**DATA EXCERPTS**
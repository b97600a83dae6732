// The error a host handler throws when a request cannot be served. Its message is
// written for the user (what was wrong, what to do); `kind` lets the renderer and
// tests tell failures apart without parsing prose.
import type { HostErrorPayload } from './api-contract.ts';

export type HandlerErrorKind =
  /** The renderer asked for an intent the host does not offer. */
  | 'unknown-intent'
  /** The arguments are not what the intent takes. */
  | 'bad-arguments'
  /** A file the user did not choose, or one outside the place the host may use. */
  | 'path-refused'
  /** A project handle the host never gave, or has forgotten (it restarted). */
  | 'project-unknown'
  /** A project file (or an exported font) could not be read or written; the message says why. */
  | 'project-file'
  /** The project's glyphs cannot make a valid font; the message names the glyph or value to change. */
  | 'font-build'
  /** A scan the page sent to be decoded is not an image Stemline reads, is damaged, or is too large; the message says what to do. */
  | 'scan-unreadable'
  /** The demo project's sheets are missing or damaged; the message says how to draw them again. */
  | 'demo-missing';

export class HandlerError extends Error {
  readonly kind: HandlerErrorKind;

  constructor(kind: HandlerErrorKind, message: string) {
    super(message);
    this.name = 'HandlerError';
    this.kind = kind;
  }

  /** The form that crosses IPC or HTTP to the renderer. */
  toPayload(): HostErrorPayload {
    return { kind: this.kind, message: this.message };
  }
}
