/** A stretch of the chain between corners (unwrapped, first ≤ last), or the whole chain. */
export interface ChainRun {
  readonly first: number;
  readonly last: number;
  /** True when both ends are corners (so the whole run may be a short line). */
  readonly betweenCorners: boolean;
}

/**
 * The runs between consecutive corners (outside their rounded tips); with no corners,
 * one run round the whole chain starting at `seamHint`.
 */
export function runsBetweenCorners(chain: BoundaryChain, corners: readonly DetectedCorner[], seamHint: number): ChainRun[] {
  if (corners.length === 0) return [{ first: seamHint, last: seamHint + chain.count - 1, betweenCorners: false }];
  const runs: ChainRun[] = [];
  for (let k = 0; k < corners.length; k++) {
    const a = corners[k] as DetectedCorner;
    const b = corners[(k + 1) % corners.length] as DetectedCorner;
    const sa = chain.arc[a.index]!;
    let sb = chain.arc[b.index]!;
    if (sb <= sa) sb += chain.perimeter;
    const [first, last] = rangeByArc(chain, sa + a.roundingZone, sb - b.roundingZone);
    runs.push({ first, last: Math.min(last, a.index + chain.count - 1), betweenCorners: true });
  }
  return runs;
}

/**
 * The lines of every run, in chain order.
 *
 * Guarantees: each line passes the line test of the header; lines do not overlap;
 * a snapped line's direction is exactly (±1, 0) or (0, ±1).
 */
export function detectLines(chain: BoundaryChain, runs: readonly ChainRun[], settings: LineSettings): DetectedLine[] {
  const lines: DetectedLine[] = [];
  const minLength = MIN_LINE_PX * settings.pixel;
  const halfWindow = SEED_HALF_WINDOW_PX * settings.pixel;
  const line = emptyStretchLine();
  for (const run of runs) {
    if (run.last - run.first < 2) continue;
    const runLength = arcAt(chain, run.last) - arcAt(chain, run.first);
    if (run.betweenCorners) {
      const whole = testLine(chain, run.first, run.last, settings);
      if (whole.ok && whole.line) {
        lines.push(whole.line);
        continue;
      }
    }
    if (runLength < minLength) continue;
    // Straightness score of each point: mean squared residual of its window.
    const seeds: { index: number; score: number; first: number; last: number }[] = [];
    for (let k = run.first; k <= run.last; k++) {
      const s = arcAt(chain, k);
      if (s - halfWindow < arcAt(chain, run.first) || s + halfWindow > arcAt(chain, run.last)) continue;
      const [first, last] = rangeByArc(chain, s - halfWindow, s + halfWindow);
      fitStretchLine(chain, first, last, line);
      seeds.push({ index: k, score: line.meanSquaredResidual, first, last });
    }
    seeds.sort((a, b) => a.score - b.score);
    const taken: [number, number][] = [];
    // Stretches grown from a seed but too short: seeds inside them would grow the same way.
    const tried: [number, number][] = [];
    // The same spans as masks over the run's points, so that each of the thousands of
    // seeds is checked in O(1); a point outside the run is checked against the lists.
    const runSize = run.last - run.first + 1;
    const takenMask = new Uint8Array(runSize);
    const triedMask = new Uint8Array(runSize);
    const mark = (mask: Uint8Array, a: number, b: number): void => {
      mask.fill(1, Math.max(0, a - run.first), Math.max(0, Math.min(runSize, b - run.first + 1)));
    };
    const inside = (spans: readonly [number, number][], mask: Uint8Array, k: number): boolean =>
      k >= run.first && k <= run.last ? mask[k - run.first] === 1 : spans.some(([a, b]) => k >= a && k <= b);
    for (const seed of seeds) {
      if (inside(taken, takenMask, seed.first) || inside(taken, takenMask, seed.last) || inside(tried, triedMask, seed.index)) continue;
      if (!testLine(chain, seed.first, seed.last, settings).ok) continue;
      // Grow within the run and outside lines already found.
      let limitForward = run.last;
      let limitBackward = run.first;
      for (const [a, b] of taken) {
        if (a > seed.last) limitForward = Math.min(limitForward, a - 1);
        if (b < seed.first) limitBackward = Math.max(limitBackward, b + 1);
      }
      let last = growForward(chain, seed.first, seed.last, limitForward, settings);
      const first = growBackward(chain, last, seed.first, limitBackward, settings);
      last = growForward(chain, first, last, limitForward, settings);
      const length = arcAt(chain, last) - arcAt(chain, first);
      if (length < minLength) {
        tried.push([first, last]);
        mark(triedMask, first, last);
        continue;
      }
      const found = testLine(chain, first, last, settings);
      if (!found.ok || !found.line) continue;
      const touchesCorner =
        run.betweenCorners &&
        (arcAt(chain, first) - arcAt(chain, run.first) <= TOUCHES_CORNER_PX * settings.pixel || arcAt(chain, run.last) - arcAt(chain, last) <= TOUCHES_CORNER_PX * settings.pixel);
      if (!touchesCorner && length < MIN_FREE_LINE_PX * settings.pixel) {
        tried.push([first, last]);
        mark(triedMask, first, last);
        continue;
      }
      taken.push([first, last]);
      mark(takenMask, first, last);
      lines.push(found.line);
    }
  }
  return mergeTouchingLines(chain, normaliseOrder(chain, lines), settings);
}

**TASK**
Copy out each line of the records that holds the string "file".

**EXERCISE ANSWER**
  /** A file the user did not choose, or one outside the place the host may use. */
  /** A project file (or an exported font) could not be read or written; the message says why. */
  | 'project-file'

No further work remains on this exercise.